### RECORDS:
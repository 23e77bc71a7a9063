// Writes a StudyRecord as HDF5 (layout in docs/hdf5-layout.md, "Parameter study files").
#include <fmt/format.h>

#include <map>

#include "hdf5_io.hpp"
#include "layout.hpp"
#include "wetfront/profiles/run_file.hpp"
#include "wetfront/profiles/study_file.hpp"
#include "wetfront/profiles/time_axis.hpp"

namespace wetfront::profiles {
namespace {

namespace h5 = hdf5;

// CF standard name and calendar on a column of times (units "days since ...").
void set_time_attributes(hid_t group, const StudyColumn& column) {
  if (column.units.rfind("days since ", 0) != 0) return;
  h5::set_text_attribute(group, column.name, "standard_name", "time");
  h5::set_text_attribute(group, column.name, "calendar", "standard");
}

h5::Dataset write_axis(hid_t group, const StudyColumn& axis) {
  h5::Dataset dataset = h5::write_vector(group, axis.name, axis.values, {axis.units, axis.long_name});
  set_time_attributes(group, axis);
  h5::make_coordinate(dataset);
  return dataset;
}

void write_table(hid_t file, const StudyTable& table, const std::string& time_units) {
  h5::Group group = h5::create_group(file, table.group);
  StudyColumn axis = table.axis;
  if (axis.units == "days since run start") axis.units = time_units;
  const h5::Dataset axis_dataset = write_axis(group.id(), axis);
  for (const StudyColumn& column : table.columns) {
    if (column.values.size() != axis.values.size())
      throw std::invalid_argument(fmt::format("{}/{} has {} values for {} rows", table.group, column.name,
                                              column.values.size(), axis.values.size()));
    const std::string& units = column.units == "days since run start" ? time_units : column.units;
    const h5::Dataset dataset = h5::write_vector(group.id(), column.name, column.values, {units, column.long_name});
    h5::attach_dimension_scale(dataset, axis_dataset, 0);
  }
  for (const StudyTextColumn& column : table.texts) {
    const h5::Dataset dataset = h5::write_texts(group.id(), column.name, column.values, {"", column.long_name});
    h5::attach_dimension_scale(dataset, axis_dataset, 0);
  }
  std::map<std::string, h5::Dataset> column_axes;
  for (const StudyMatrix& matrix : table.matrices) {
    StudyColumn second = matrix.column_axis;
    if (second.units == "days since run start") second.units = time_units;
    if (matrix.values.size() != axis.values.size() * second.values.size())
      throw std::invalid_argument(fmt::format("{}/{} has {} values for {} x {}", table.group, matrix.name,
                                              matrix.values.size(), axis.values.size(), second.values.size()));
    // A square matrix over the table's own axis (a covariance) uses that axis twice.
    if (second.name != axis.name && !column_axes.count(second.name))
      column_axes.emplace(second.name, write_axis(group.id(), second));
    const h5::Dataset& second_dataset = second.name == axis.name ? axis_dataset : column_axes.at(second.name);
    const h5::Dataset dataset = h5::write_matrix(group.id(), matrix.name, axis.values.size(), second.values.size(),
                                                 matrix.values, {matrix.units, matrix.long_name});
    h5::attach_dimension_scale(dataset, axis_dataset, 0);
    h5::attach_dimension_scale(dataset, second_dataset, 1);
  }
}

// Pressure head and water content of one run against its own time and depth axes.
void write_study_run(hid_t runs, const StudyRun& study_run, const std::string& time_units) {
  h5::Group group = h5::create_group(runs, study_run.name);
  h5::set_text_attribute(group.id(), ".", "description", study_run.description);
  for (const auto& [name, value] : study_run.values) h5::set_double_attribute(group.id(), ".", name, value);
  const solver::ColumnRun& run = study_run.run;
  std::vector<double> times;
  for (const auto& snapshot : run.profiles) times.push_back(snapshot.time_days);
  const h5::Dataset time = h5::write_vector(group.id(), "time", times, {time_units, "output time"});
  h5::set_text_attribute(group.id(), "time", "standard_name", "time");
  h5::set_text_attribute(group.id(), "time", "calendar", "standard");
  h5::set_text_attribute(group.id(), "time", "axis", "T");
  h5::make_coordinate(time);
  const h5::Dataset depth = h5::write_vector(group.id(), "cell_depth", run.cell_depths_cm,
                                             {"cm", "depth of the cell centre below the soil surface"});
  h5::set_text_attribute(group.id(), "cell_depth", "standard_name", "depth");
  h5::set_text_attribute(group.id(), "cell_depth", "positive", "down");
  h5::set_text_attribute(group.id(), "cell_depth", "axis", "Z");
  h5::make_coordinate(depth);
  const auto matrix_of = [&](auto member) {
    std::vector<double> values;
    for (const auto& snapshot : run.profiles)
      values.insert(values.end(), (snapshot.*member).begin(), (snapshot.*member).end());
    return values;
  };
  const h5::Dataset head =
      h5::write_matrix(group.id(), "pressure_head", times.size(), run.cell_depths_cm.size(),
                       matrix_of(&solver::ProfileSnapshot::head_cm), {"cm", "pressure head (cm of water)"});
  const h5::Dataset content =
      h5::write_matrix(group.id(), "water_content", times.size(), run.cell_depths_cm.size(),
                       matrix_of(&solver::ProfileSnapshot::water_content), {"cm3/cm3", "volumetric water content"});
  for (const h5::Dataset* dataset : {&head, &content}) {
    h5::attach_dimension_scale(*dataset, time, 0);
    h5::attach_dimension_scale(*dataset, depth, 1);
  }
}

void write_contents(hid_t file, const StudyRecord& record) {
  h5::set_text_attribute(file, ".", "Conventions", kConventions);
  h5::set_text_attribute(file, ".", "title", fmt::format("wetfront {} of {}", record.study_kind, record.site_name));
  h5::set_text_attribute(file, ".", "source", fmt::format("wetfront {}", record.program_version));
  h5::set_identity_attributes(file, {kStudyFormat, kStudyFormatVersion, record.program_version, record.site_name,
                                     record.run_start_date, record.input_hash, record.run_id});
  h5::set_text_attribute(file, ".", "study_kind", record.study_kind);
  h5::set_text_attribute(file, ".", "sign_convention", layout::kSignConvention);
  for (const auto& [name, text] : record.notes) h5::set_text_attribute(file, ".", name, text);
  const std::string time_units = days_since_units(record.run_start_date);
  for (const StudyTable& table : record.tables) write_table(file, table, time_units);
  if (!record.runs.empty()) {
    h5::Group runs = h5::create_group(file, "runs");
    for (const StudyRun& run : record.runs) write_study_run(runs.id(), run, time_units);
  }
  h5::number_dimensions(file);
}

}  // namespace

void write_study(const std::filesystem::path& path, const StudyRecord& record) {
  h5::write_file(
      path, "parameter study file", [] {}, [&](hid_t file) { write_contents(file, record); });
}

}  // namespace wetfront::profiles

### WORK REQUIRED:
Repeat the material, keeping every word exactly as it is.

### EXERCISE ANSWER:
repository 23e77bc71a7a9063
// Writes a StudyRecord as HDF5 (layout in docs/hdf5-layout.md, "Parameter study files").
#include <fmt/format.h>

#include <map>

#include "hdf5_io.hpp"
#include "layout.hpp"
#include "wetfront/profiles/run_file.hpp"
#include "wetfront/profiles/study_file.hpp"
#include "wetfront/profiles/time_axis.hpp"

namespace wetfront::profiles {
namespace {

namespace h5 = hdf5;

// CF standard name and calendar on a column of times (units "days since ...").
void set_time_attributes(hid_t group, const StudyColumn& column) {
  if (column.units.rfind("days since ", 0) != 0) return;
  h5::set_text_attribute(group, column.name, "standard_name", "time");
  h5::set_text_attribute(group, column.name, "calendar", "standard");
}

h5::Dataset write_axis(hid_t group, const StudyColumn& axis) {
  h5::Dataset dataset = h5::write_vector(group, axis.name, axis.values, {axis.units, axis.long_name});
  set_time_attributes(group, axis);
  h5::make_coordinate(dataset);
  return dataset;
}

void write_table(hid_t file, const StudyTable& table, const std::string& time_units) {
  h5::Group group = h5::create_group(file, table.group);
  StudyColumn axis = table.axis;
  if (axis.units == "days since run start") axis.units = time_units;
  const h5::Dataset axis_dataset = write_axis(group.id(), axis);
  for (const StudyColumn& column : table.columns) {
    if (column.values.size() != axis.values.size())
      throw std::invalid_argument(fmt::format("{}/{} has {} values for {} rows", table.group, column.name,
                                              column.values.size(), axis.values.size()));
    const std::string& units = column.units == "days since run start" ? time_units : column.units;
    const h5::Dataset dataset = h5::write_vector(group.id(), column.name, column.values, {units, column.long_name});
    h5::attach_dimension_scale(dataset, axis_dataset, 0);
  }
  for (const StudyTextColumn& column : table.texts) {
    const h5::Dataset dataset = h5::write_texts(group.id(), column.name, column.values, {"", column.long_name});
    h5::attach_dimension_scale(dataset, axis_dataset, 0);
  }
  std::map<std::string, h5::Dataset> column_axes;
  for (const StudyMatrix& matrix : table.matrices) {
    StudyColumn second = matrix.column_axis;
    if (second.units == "days since run start") second.units = time_units;
    if (matrix.values.size() != axis.values.size() * second.values.size())
      throw std::invalid_argument(fmt::format("{}/{} has {} values for {} x {}", table.group, matrix.name,
                                              matrix.values.size(), axis.values.size(), second.values.size()));
    // A square matrix over the table's own axis (a covariance) uses that axis twice.
    if (second.name != axis.name && !column_axes.count(second.name))
      column_axes.emplace(second.name, write_axis(group.id(), second));
    const h5::Dataset& second_dataset = second.name == axis.name ? axis_dataset : column_axes.at(second.name);
    const h5::Dataset dataset = h5::write_matrix(group.id(), matrix.name, axis.values.size(), second.values.size(),
                                                 matrix.values, {matrix.units, matrix.long_name});
    h5::attach_dimension_scale(dataset, axis_dataset, 0);
    h5::attach_dimension_scale(dataset, second_dataset, 1);
  }
}

// Pressure head and water content of one run against its own time and depth axes.
void write_study_run(hid_t runs, const StudyRun& study_run, const std::string& time_units) {
  h5::Group group = h5::create_group(runs, study_run.name);
  h5::set_text_attribute(group.id(), ".", "description", study_run.description);
  for (const auto& [name, value] : study_run.values) h5::set_double_attribute(group.id(), ".", name, value);
  const solver::ColumnRun& run = study_run.run;
  std::vector<double> times;
  for (const auto& snapshot : run.profiles) times.push_back(snapshot.time_days);
  const h5::Dataset time = h5::write_vector(group.id(), "time", times, {time_units, "output time"});
  h5::set_text_attribute(group.id(), "time", "standard_name", "time");
  h5::set_text_attribute(group.id(), "time", "calendar", "standard");
  h5::set_text_attribute(group.id(), "time", "axis", "T");
  h5::make_coordinate(time);
  const h5::Dataset depth = h5::write_vector(group.id(), "cell_depth", run.cell_depths_cm,
                                             {"cm", "depth of the cell centre below the soil surface"});
  h5::set_text_attribute(group.id(), "cell_depth", "standard_name", "depth");
  h5::set_text_attribute(group.id(), "cell_depth", "positive", "down");
  h5::set_text_attribute(group.id(), "cell_depth", "axis", "Z");
  h5::make_coordinate(depth);
  const auto matrix_of = [&](auto member) {
    std::vector<double> values;
    for (const auto& snapshot : run.profiles)
      values.insert(values.end(), (snapshot.*member).begin(), (snapshot.*member).end());
    return values;
  };
  const h5::Dataset head =
      h5::write_matrix(group.id(), "pressure_head", times.size(), run.cell_depths_cm.size(),
                       matrix_of(&solver::ProfileSnapshot::head_cm), {"cm", "pressure head (cm of water)"});
  const h5::Dataset content =
      h5::write_matrix(group.id(), "water_content", times.size(), run.cell_depths_cm.size(),
                       matrix_of(&solver::ProfileSnapshot::water_content), {"cm3/cm3", "volumetric water content"});
  for (const h5::Dataset* dataset : {&head, &content}) {
    h5::attach_dimension_scale(*dataset, time, 0);
    h5::attach_dimension_scale(*dataset, depth, 1);
  }
}

void write_contents(hid_t file, const StudyRecord& record) {
  h5::set_text_attribute(file, ".", "Conventions", kConventions);
  h5::set_text_attribute(file, ".", "title", fmt::format("wetfront {} of {}", record.study_kind, record.site_name));
  h5::set_text_attribute(file, ".", "source", fmt::format("wetfront {}", record.program_version));
  h5::set_identity_attributes(file, {kStudyFormat, kStudyFormatVersion, record.program_version, record.site_name,
                                     record.run_start_date, record.input_hash, record.run_id});
  h5::set_text_attribute(file, ".", "study_kind", record.study_kind);
  h5::set_text_attribute(file, ".", "sign_convention", layout::kSignConvention);
  for (const auto& [name, text] : record.notes) h5::set_text_attribute(file, ".", name, text);
  const std::string time_units = days_since_units(record.run_start_date);
  for (const StudyTable& table : record.tables) write_table(file, table, time_units);
  if (!record.runs.empty()) {
    h5::Group runs = h5::create_group(file, "runs");
    for (const StudyRun& run : record.runs) write_study_run(runs.id(), run, time_units);
  }
  h5::number_dimensions(file);
}

}  // namespace

void write_study(const std::filesystem::path& path, const StudyRecord& record) {
  h5::write_file(
      path, "parameter study file", [] {}, [&](hid_t file) { write_contents(file, record); });
}

}  // namespace wetfront::profiles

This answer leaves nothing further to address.